On nous les présente comme des héroïnes et des victimes de l’actualité politique ou climatique. Elles sont jeunes, belles, et paraissent démunies. Comme pour dire, la vie nous a placées là, elle nous a figées pour la postérité. Elles sont saisies dans l’instant, en un sursaut, dans l’émotion. Comme les amoureux de Doisneau. Sauf que…

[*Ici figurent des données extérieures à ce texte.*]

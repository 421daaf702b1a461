"""How often an error is redrawn: defaults, what the file says, and what does not change."""

import pytest

from flowplan.engine.placement import place
from flowplan.model.build import build
from flowplan.model.check import check
from tests.support.flows import bare_flow, flow_of, margins_of, mask, overlay_pair

GEOMETRY = {"wafer": {"diameter": "100 mm"}, "field": {"x": "10 mm", "y": "10 mm"}}


def levels(tool, **second):
    """Return the level of each source of the second mask and its tool, by name and kind."""
    masks = [mask("A", mark_reading=3.0), mask("B", "A", **second)]
    flow = flow_of(bare_flow(masks, [overlay_pair("A", "B")], **GEOMETRY) | {"tools": {"tool": tool}})
    return {(s.name, s.kind, s.of): s.varies for s in place(flow).sources}


def test_alignment_and_mark_reading_vary_by_wafer():
    found = levels({"alignment": 5.0, "wafer_alignment": 9.0})
    assert {name: level for (name, _, _), level in found.items()} == {
        "alignment to wafer": "wafer",
        "alignment to A": "wafer",
        "mark reading of A": "wafer",
    }


def test_terms_vary_by_what_they_are():
    tool = {
        "terms": {
            "stage": 1.0,
            "lens": {"random": 1.0, "enters": "pattern", "common": 0.5},
            "wafer scale": {"random": "1 ppm", "shape": "scale", "over": "wafer"},
            "field scale": {"random": "1 ppm", "shape": "scale"},
        }
    }
    own = {"writing": {"random": 1.0, "enters": "pattern"}, "marks": {"random": 1.0, "enters": "marks"}}
    found = levels(tool, terms=own, cd=2.0)
    assert {name: level for (name, _, of), level in found.items() if of == "B"} == {
        "stage": "field",
        "lens": "field",
        "wafer scale": "wafer",
        "field scale": "field",
        "writing": "mask",  # the mask's share repeats in every field (SEMI P18)
        "marks": "field",
        "CD": "field",
        "mark reading of A": "wafer",
    }
    assert found["lens", "random", "tool"] == "lot"


def test_a_bound_is_the_same_on_every_wafer():
    found = levels(
        {"alignment": {"random": 1.0, "bound": 2.0}}, cd={"bound": 1.0}, terms={"t": {"bound": 1.0}}
    )
    assert {level for (_, kind, _), level in found.items() if kind == "bound"} == {"mask"}


@pytest.mark.parametrize("level", ["mask", "lot", "wafer", "field"])
def test_the_file_may_say_otherwise(level):
    size = {"random": 1.0, "varies": level}
    found = levels(
        {"alignment": size, "terms": {"lens": size | {"common": 0.5}}},
        cd=size,
        terms={"writing": size | {"enters": "pattern"}},
    )
    assert {v for (name, _, _), v in found.items() if name != "mark reading of A"} == {level}


def test_one_error_in_two_places_is_redrawn_as_rarely_as_the_rarer():
    tool = {"terms": {"t": {"random": 1.0, "source": "drift"}}}
    found = levels(tool, terms={"u": {"random": 1.0, "source": "drift", "enters": "pattern"}})
    assert found["drift", "random", "shared source"] == "mask"


def test_one_error_redrawn_in_two_ways_is_refused():
    terms = [{"t": {"random": 1.0, "source": "s", "varies": v}} for v in ("lot", "wafer")]
    masks = [mask("A", terms=terms[0]), mask("B", "A", terms=terms[1])]
    flow, _ = build(bare_flow(masks, [overlay_pair("A", "B")]))
    (finding,) = [d for d in check(flow) if d.code == "FP307"]
    assert finding.message == "source 's' varies: lot elsewhere, wafer here"
    assert finding.path == ("masks", 1, "terms", "t", "source")


def test_an_unknown_level_names_the_choices():
    flow, findings = build(bare_flow([mask("A", terms={"t": {"random": 1.0, "varies": "day"}})], []))
    (finding,) = findings
    assert flow is None
    assert finding.code == "FP204"
    assert finding.path[-1] == "varies"
    assert "wafer" in finding.message + finding.hint


def test_how_often_alone_is_no_size():
    _, findings = build(bare_flow([mask("A", cd={"varies": "lot"})], []))
    assert [d.code for d in findings] == ["FP202"]


def test_no_margin_depends_on_it():
    def margin(level):
        term = {"random": 4.0, "uniform": 2.0, "varies": level}
        masks = [mask("A"), mask("B", "A", terms={"t": term}, cd={"random": 3.0, "varies": level})]
        pair = {"name": "p", "rule": "enclosure", "inner": "A", "outer": "B", "drawn": 20}
        return [e.margin for e in margins_of(bare_flow(masks, [pair])).entries]

    assert margin("mask") == margin("lot") == margin("wafer") == margin("field")
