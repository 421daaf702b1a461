"""Where the exposure fields lie on the wafer."""

import math

from flowplan.model.flow import Flow
from flowplan.units import convert

#: A corner this far outside the usable radius still counts as on it [mm].
_TOUCH = 1e-9
#: More fields than this mean that a unit is wrong.
MOST_FIELDS = 40_000


def field_size(flow: Flow) -> tuple[float, float]:
    """Return the field's width and height [mm]; (0, 0) when the flow gives no field."""
    if flow.field is None:
        return 0.0, 0.0
    return (
        convert(flow.field.x.in_base(flow.unit), "nm", "mm"),
        convert(flow.field.y.in_base(flow.unit), "nm", "mm"),
    )


def usable_radius(flow: Flow) -> float | None:
    """Return the wafer's radius less the edge exclusion [mm], or None without a wafer."""
    if flow.wafer is None:
        return None
    rim = flow.wafer.edge_exclusion.in_base(flow.unit)
    return convert(flow.wafer.diameter.in_base(flow.unit) / 2 - rim, "nm", "mm")


def whole_fields(flow: Flow) -> tuple[tuple[float, float], ...]:
    """Return the centres of the fields that lie wholly inside the usable wafer.

    Parameters
    ----------
    flow : Flow
        Without a wafer there is one field, at the centre.

    Returns
    -------
    tuple of (float, float)
        Centres (X, Y) [mm], row by row from -Y to +Y; empty when no whole field fits.
    """
    radius = usable_radius(flow)
    width, height = field_size(flow)
    if radius is None:
        return ((0.0, 0.0),)
    if radius < 0:
        return ()
    return field_grid(radius, width, height)


def too_many_fields(flow: Flow) -> bool:
    """Whether the field is so small against the wafer that a unit must be wrong."""
    radius = usable_radius(flow)
    width, height = field_size(flow)
    return bool(radius and width and height) and math.pi * (radius or 0) ** 2 > MOST_FIELDS * width * height


def field_grid(radius: float, width: float, height: float) -> tuple[tuple[float, float], ...]:
    """Return the centres of whole fields in a circle, one field centred on the circle's centre.

    Parameters
    ----------
    radius, width, height : float
        Usable radius, field width and height [mm]; a point field (0, 0) stands at the centre.

    Returns
    -------
    tuple of (float, float)
        Centres (X, Y) [mm], row by row from -Y to +Y.
    """
    if width == 0 or height == 0:
        return ((0.0, 0.0),)
    limit = (radius + _TOUCH) ** 2
    centres: list[tuple[float, float]] = []
    rows = int(radius / height)
    for row in range(-rows, rows + 1):
        reach = abs(row * height) + height / 2
        room = limit - reach**2
        if room < (width / 2) ** 2:
            continue
        columns = int((math.sqrt(room) - width / 2) / width)
        centres += [(column * width, row * height) for column in range(-columns, columns + 1)]
    return tuple(centres)
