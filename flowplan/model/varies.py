"""How often an error is redrawn: what the file says, or the default of what the error is.

=======  =====================================================================================
level    what varies so by default
=======  =====================================================================================
mask     what a mask's own terms enter into `pattern`: the mask's share repeats in every field
         (SEMI P18); every bound, which is the same on every wafer by definition
lot      the common share of a tool's terms
wafer    alignment, mark reading, and shapes over the wafer
field    the rest
=======  =====================================================================================
"""

from flowplan.model.terms import LEVELS, Kind, Level, SizeParts, Term


def reading_level(size: SizeParts, kind: Kind) -> Level:
    """Return how often an error of reading marks is redrawn."""
    return size.varies or ("mask" if kind == "bound" else "wafer")


def edge_level(size: SizeParts, kind: Kind) -> Level:
    """Return how often an edge error, or half of a CD's, is redrawn."""
    return size.varies or ("mask" if kind == "bound" else "field")


def term_level(term: Term, kind: Kind, *, of_tool: bool, common: bool) -> Level:
    """Return how often one share of a term is redrawn.

    Parameters
    ----------
    term : Term
        The term.
    kind : {'random', 'uniform', 'bound', 'offset'}
        Which of its sizes.
    of_tool : bool
        Whether it is a tool's term rather than a mask's own.
    common : bool
        Whether the share is the one that is common to several masks.

    Returns
    -------
    {'mask', 'lot', 'wafer', 'field'}
        As the file says, or the default.
    """
    if term.varies is not None:
        return term.varies
    if kind == "bound" or (term.enters == "pattern" and not of_tool):
        return "mask"
    if of_tool and common:
        return "lot"
    return "wafer" if term.shape != "shift" and term.over == "wafer" else "field"


def rarer(first: Level, second: Level) -> Level:
    """Return which of two levels is redrawn more rarely."""
    return min(first, second, key=LEVELS.index)
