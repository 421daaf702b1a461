"""Rules on landing pairs that need the file's unit."""

from collections.abc import Iterator

from flowplan.errors import Diagnostic
from flowplan.model.flow import Flow
from flowplan.model.landing import Landing


def resistance_limits_leave_room(flow: Flow) -> Iterator[Diagnostic]:
    """Find limits below what a wholly landed contact has already."""
    for i, pair in enumerate(flow.pairs):
        if not isinstance(pair, Landing) or pair.resistance is None or pair.resistance.limit is None:
            continue
        nominal, limit = pair.nominal_resistance(flow.unit), pair.resistance.limit
        if nominal is not None and limit < nominal:
            message = f"the limit of {limit:g} ohm is below the wholly landed {nominal:.6g} ohm"
            hint = "give a limit above it, or a lower resistance"
            yield Diagnostic("FP206", message, hint, ("pairs", i, "resistance", "limit"))
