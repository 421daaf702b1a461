"""All example flows: simulated fail fractions against the closed form's parts, put together exactly.

The closed form adds the two sides and takes uniform parts as normal. Here each side's tail is worked
out with its uniform parts as they are, on a grid, and the two sides are joined by a bivariate normal
where all is normal; where uniforms take part the union lies between the larger side and the sum.
"""

import math

import numpy as np
import pytest
from scipy import stats

import flowplan
from flowplan.engine.analysis import analyse
from flowplan.engine.simulate import Options, simulate
from flowplan.files.resources import resource_folder
from tests.simulate.flows import Z_SURE, holds

FLOWS = sorted(path.name for path in resource_folder("flows").glob("*.yaml"))
SAMPLES = 30_000
EDGES = ("CD", "edge")
#: A fraction this small is below what a cdf by quadrature can tell.
_SMALLEST = 1e-12


@pytest.fixture(scope="module", params=FLOWS)
def found(request):
    result = analyse(flowplan.load(str(resource_folder("flows") / request.param)))
    return result, simulate(result, Options(SAMPLES, threads=2))


class Sides:
    """Both sides of an entry from its sources: room, and what varies."""

    def __init__(self, entry, sigma):
        worse = entry.nominal - entry.keep - entry.residual.bound
        self.rooms = worse, worse + 2 * abs(entry.overlay.offset)
        rows = entry.sources
        self.flat = [abs(r.contribution) for r in rows if r.source.kind == "uniform"]
        edge, rest = (
            sum(
                (r.contribution / sigma) ** 2
                for r in rows
                if r.source.kind == "random" and (r.source.name in EDGES) == e
            )
            for e in (True, False)
        )
        self.variance, self.common = edge + rest, edge - rest

    def tail(self, room):
        """P(normal + uniforms > room), one uniform after the other averaged over its width."""
        sigma = math.sqrt(self.variance)
        if not sigma and not self.flat:
            return float(room < 0)
        if not self.flat:
            return float(stats.norm.sf(room / sigma))
        reach = sum(self.flat)
        grid = np.linspace(room - 1.2 * reach, room + 1.2 * reach, 40_001)
        values = stats.norm.sf(grid / sigma)
        for width in self.flat:
            area = np.concatenate([[0], np.cumsum((values[1:] + values[:-1]) / 2 * np.diff(grid))])
            values = (np.interp(grid + width, grid, area) - np.interp(grid - width, grid, area)) / (2 * width)
        return float(np.interp(room, grid, values))

    def union(self):
        """Return the range in which the chance of either side lies."""
        first, second = (self.tail(room) for room in self.rooms)
        if not self.variance:
            return max(first, second), max(first, second)
        if self.flat:
            return max(first, second), first + second
        cov = [[self.variance, self.common], [self.common, self.variance]]
        both = stats.multivariate_normal(cov=cov, allow_singular=True).cdf([-r for r in self.rooms])
        both = min(float(both), first, second) if first + second > _SMALLEST else 0.0
        return first + second - both, first + second - both


def test_every_judged_pair_is_there_in_file_order(found):
    result, simulation = found
    assert [p.entry for p in simulation.pairs] == [e for e in result.entries if e.margin is not None]


def test_counted_fractions(found):
    result, simulation = found
    for outcome in simulation.pairs:
        low, high = Sides(outcome.entry, result.flow.sigma).union()
        assert low == high or outcome.fail <= high or holds(high, outcome.fail, SAMPLES), (
            outcome.entry.pair.name
        )
        assert outcome.fail >= low or holds(low, outcome.fail, SAMPLES), outcome.entry.pair.name
        if low == high:
            assert holds(low, outcome.fail, SAMPLES), (outcome.entry.pair.name, low, outcome.fail)


def test_rare_fractions(found):
    result, simulation = found
    seen = 0
    for outcome in simulation.pairs:
        low, high = Sides(outcome.entry, result.flow.sigma).union()
        if high < 1e-9:  # asked for down to here; both sides together can no longer be told by quadrature
            continue
        seen += 1
        assert outcome.rare.relative_error <= 0.10
        error = Z_SURE * outcome.rare.relative_error
        slack = 1e-3 if low != high else 1e-6  # the grid's own error
        assert low * (1 - error - slack) <= outcome.rare.fail <= high * (1 + error + slack), (
            outcome.entry.pair.name
        )
    assert seen


def test_quantiles_bracket_the_closed_form_where_all_is_normal_and_one_sided(found):
    """Where one side counts alone, the median and the 0.135 % residual are the normal ones."""
    result, simulation = found
    for outcome in simulation.pairs:
        entry = outcome.entry
        sides = Sides(entry, result.flow.sigma)
        sigma = math.sqrt(sides.variance)
        if sides.flat or not sigma or sides.rooms[1] - sides.rooms[0] < 12 * sigma:
            continue
        for share in (0.01, 0.5):
            exact = entry.keep + sides.rooms[0] + sigma * stats.norm.ppf(share)
            sampling = (
                math.sqrt(share * (1 - share) / SAMPLES) / stats.norm.pdf(stats.norm.ppf(share)) * sigma
            )
            assert outcome.histogram.quantile(share) == pytest.approx(
                exact, abs=Z_SURE * sampling + outcome.histogram.width
            )


def test_joint_yield_and_the_union_agree(found):
    _, simulation = found
    error = Z_SURE * math.hypot(
        simulation.rare.fail * simulation.rare.relative_error,
        math.sqrt(simulation.joint_yield * (1 - simulation.joint_yield) / SAMPLES),
    )
    assert 1 - simulation.joint_yield == pytest.approx(simulation.rare.fail, abs=error)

Elles fouillent nos consciences, pas leurs prunelles réciproquement. Les joues sont pâles, les lèvres serrées, le regard fixe, hanté. Et le voile ou le drap qui les couvre signe la fragilité et la dignité tout à la fois. Elles intimident la caméra et la toisent, je les entends crier. Elles ne réclament ni la pitié, ni la charité. Elles témoignent simplement. Dans leurs yeux, grands ouverts ou cachés à moitié par une frange, il y a un éclat, une flamme, de la vie. C’est cette nécessité de revanche sur les événements qui les porte. Ces événements se lisent sur les photos, le voile rouge de l’afghane aux couleurs d’un peuple qui saigne, l’enchevêtrement de bois et de carrosserie autour de la japonaise marquant le chaos d’un pays éventré. Ces photos font et continuent de faire le tour du monde. Ce qu’elles véhiculent devrait nous booster, chaque jour, dans nos vies modestes et sans histoire. Sans autres histoires que nos petites misères. Je n’aborde pas les problèmes de santé contre lesquels nous ne pouvons rien. Dans ce domaine, je m’en tiens à la citation de Chamfort : « Mon Dieu, épargnez-moi les douleurs physiques, les douleurs morales, je m’en charge ».
Ces jeunes femmes ont une force incroyable, elles sont droites, résolues. Elles symbolisent un univers à reconstruire sur des ruines. Elles nous insufflent l’allant, le courage. Une sorte d’énergie qui vaut bien des vitamines.